═════ Provided records

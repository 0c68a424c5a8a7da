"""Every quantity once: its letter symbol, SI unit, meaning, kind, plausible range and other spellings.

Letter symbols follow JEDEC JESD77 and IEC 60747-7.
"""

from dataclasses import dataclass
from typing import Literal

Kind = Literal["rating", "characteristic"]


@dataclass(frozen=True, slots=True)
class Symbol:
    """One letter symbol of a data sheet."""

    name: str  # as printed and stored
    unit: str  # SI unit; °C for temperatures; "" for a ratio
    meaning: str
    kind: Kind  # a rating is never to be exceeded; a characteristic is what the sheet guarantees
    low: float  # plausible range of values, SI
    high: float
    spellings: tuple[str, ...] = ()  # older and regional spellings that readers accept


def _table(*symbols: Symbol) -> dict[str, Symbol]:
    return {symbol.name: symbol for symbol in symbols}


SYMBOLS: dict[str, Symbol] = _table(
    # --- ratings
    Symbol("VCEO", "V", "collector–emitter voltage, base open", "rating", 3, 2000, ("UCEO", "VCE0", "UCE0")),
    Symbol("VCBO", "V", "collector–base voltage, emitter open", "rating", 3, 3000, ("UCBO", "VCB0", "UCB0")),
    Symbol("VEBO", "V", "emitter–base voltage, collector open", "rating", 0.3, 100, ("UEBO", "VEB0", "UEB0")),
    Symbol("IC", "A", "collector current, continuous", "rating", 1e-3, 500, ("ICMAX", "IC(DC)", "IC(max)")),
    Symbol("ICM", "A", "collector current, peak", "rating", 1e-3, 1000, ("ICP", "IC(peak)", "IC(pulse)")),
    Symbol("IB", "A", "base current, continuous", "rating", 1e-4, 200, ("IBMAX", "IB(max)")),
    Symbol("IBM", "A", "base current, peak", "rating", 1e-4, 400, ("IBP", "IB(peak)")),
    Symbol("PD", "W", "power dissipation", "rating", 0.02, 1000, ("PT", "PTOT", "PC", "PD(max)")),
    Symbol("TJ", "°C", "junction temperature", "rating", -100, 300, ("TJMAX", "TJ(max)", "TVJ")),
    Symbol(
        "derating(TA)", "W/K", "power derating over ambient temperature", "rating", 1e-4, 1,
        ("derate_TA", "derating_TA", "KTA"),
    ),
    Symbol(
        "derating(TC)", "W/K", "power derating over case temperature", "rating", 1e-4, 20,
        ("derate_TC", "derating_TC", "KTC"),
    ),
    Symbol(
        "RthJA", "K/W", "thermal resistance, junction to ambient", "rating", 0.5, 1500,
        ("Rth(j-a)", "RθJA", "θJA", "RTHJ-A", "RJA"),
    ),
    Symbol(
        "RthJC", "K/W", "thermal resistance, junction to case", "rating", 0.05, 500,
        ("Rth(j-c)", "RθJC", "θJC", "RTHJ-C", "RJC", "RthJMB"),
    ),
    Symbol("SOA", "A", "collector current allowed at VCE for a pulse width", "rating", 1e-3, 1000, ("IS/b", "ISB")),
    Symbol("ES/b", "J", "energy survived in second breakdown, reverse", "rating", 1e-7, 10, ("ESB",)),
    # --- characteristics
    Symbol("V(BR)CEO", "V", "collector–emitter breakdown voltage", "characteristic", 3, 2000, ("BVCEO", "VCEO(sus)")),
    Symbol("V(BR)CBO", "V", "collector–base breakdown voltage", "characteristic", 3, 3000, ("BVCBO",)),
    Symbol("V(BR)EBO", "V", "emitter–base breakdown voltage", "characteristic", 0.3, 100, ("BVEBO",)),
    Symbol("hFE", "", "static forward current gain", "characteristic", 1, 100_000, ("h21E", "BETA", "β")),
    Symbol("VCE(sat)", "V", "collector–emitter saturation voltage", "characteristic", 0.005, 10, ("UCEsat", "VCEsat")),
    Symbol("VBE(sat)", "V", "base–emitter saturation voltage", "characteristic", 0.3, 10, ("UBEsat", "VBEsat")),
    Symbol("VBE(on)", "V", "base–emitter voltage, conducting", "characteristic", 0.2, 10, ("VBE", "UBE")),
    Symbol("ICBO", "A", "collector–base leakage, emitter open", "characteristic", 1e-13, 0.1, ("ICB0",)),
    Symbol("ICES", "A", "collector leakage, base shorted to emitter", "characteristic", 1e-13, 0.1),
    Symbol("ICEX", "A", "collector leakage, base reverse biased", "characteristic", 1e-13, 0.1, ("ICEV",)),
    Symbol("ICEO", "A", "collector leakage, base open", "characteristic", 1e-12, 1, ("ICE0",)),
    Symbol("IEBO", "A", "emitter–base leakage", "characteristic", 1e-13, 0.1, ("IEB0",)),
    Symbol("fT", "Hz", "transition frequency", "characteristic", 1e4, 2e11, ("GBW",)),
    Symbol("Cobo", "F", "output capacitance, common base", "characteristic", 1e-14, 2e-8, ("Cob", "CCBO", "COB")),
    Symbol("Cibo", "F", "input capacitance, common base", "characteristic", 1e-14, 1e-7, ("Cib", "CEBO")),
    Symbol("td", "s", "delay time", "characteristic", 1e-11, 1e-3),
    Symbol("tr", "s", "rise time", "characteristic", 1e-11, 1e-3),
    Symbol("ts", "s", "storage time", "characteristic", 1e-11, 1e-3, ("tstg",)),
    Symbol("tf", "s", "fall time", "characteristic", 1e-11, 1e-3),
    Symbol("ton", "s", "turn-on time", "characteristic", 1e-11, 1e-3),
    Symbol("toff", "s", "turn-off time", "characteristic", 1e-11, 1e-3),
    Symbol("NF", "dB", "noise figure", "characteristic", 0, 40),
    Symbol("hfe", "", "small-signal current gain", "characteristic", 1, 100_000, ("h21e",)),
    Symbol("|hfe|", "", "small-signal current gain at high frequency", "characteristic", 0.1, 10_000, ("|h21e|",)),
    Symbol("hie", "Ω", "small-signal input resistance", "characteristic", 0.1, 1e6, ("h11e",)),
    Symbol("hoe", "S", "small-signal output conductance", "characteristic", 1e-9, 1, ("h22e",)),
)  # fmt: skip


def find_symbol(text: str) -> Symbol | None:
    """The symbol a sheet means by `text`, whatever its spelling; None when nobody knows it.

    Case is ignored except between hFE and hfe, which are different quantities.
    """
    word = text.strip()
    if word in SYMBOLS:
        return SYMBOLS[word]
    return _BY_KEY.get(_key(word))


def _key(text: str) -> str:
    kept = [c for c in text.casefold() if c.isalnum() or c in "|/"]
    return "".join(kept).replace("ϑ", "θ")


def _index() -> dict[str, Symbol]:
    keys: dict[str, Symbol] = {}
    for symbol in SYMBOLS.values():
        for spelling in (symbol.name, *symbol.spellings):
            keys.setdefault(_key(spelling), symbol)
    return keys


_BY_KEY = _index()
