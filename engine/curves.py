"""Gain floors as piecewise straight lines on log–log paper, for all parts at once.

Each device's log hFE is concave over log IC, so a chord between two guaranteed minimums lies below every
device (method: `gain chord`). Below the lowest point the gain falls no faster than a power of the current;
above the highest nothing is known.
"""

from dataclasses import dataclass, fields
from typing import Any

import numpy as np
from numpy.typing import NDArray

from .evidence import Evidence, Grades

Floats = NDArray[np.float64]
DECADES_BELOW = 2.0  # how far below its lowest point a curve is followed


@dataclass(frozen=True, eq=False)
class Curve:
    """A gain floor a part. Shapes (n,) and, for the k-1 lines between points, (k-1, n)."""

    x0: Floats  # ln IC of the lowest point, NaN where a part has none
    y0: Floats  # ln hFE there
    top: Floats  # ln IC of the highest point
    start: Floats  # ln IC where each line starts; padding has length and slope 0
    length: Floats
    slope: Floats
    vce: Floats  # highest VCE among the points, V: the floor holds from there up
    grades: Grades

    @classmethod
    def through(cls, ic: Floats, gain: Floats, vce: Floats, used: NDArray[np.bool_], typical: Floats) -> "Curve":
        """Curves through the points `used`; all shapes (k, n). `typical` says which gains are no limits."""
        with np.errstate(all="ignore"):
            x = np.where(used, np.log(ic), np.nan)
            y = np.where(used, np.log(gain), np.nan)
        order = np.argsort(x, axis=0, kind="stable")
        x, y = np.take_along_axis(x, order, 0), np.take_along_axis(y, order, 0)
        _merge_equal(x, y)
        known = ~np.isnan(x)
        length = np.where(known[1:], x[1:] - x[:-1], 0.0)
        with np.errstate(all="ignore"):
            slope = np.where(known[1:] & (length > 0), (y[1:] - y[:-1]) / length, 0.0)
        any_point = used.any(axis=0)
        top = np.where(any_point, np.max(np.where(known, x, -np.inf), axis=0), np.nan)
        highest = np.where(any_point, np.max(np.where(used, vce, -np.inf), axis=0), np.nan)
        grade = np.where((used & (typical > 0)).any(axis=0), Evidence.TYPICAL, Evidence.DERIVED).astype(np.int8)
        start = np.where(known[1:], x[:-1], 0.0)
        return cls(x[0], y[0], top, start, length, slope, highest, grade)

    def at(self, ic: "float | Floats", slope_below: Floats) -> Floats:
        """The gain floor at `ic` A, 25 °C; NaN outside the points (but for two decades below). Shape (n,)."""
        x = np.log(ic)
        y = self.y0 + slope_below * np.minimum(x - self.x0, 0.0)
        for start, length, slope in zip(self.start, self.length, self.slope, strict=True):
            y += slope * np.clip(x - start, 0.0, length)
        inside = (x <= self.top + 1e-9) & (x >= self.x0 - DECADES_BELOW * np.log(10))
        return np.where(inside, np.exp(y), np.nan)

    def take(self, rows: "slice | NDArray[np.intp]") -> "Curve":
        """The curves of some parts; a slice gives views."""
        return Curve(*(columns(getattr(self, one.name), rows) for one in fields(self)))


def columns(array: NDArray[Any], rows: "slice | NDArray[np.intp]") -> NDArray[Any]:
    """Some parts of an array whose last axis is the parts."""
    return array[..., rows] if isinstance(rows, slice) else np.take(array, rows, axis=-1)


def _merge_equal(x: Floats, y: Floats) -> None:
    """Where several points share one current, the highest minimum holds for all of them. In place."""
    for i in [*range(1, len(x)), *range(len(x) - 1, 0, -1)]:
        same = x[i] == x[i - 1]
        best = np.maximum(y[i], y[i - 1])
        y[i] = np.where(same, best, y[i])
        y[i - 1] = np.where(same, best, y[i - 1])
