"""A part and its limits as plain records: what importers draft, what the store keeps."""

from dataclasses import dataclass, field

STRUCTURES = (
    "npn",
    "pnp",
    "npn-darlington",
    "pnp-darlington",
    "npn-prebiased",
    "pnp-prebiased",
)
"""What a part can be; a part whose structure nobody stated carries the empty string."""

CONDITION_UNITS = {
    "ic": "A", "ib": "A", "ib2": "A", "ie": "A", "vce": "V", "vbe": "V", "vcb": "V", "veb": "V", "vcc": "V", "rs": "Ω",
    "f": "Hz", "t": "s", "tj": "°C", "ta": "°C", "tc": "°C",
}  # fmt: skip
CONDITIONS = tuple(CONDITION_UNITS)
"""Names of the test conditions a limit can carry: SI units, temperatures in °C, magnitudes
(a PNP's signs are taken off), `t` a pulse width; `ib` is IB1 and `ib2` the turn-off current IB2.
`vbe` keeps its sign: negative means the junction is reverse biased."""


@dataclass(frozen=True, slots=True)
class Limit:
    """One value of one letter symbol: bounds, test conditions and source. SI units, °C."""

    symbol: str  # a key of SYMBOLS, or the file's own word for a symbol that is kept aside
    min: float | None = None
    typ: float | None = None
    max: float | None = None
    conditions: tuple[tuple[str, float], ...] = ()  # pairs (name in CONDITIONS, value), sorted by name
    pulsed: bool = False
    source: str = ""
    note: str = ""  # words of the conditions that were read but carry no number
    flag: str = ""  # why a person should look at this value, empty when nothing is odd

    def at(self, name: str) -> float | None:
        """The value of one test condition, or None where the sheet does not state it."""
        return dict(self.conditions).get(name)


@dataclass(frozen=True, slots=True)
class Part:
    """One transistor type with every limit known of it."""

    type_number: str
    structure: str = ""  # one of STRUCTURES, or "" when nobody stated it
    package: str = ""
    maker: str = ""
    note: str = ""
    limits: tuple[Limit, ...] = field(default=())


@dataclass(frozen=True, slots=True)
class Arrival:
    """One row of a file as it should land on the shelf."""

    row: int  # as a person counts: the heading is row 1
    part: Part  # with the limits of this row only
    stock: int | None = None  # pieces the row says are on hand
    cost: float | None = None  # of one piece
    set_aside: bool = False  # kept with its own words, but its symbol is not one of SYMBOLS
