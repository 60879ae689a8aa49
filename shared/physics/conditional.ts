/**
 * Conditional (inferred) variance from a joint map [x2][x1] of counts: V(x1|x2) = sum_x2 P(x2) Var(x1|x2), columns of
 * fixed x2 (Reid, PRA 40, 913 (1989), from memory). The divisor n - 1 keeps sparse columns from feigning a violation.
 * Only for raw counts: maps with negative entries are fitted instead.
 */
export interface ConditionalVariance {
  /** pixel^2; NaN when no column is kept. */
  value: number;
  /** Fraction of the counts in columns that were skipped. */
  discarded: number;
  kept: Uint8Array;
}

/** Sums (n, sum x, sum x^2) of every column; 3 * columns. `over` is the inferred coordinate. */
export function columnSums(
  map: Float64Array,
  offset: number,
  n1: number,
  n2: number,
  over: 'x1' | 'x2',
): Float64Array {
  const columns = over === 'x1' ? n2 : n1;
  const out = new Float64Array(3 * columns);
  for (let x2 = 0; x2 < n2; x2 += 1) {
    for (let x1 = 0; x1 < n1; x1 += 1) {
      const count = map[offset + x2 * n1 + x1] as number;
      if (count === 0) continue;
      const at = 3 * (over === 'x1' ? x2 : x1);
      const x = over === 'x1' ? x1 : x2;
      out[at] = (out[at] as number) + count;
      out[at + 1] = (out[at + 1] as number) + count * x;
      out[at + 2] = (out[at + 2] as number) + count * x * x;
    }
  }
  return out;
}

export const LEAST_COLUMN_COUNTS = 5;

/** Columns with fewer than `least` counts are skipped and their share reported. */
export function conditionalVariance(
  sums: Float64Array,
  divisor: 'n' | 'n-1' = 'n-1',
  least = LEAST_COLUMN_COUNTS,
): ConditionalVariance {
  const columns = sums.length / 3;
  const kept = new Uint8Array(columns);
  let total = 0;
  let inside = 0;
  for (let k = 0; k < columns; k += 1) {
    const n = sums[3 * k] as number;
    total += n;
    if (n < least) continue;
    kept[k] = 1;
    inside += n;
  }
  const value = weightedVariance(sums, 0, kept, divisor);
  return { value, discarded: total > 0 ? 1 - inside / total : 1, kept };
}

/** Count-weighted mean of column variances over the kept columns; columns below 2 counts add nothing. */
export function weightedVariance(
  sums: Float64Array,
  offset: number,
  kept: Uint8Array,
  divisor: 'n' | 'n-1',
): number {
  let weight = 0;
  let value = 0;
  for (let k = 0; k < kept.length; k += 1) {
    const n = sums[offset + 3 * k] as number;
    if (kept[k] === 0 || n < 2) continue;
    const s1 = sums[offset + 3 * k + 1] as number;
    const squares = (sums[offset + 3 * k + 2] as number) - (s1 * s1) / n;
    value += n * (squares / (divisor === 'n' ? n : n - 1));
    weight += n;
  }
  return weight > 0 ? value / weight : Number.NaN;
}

══════════

_The problem:_ Using the data above, establish how many lines include the word "repository"; the reply is that number only.

_Response area:_ 2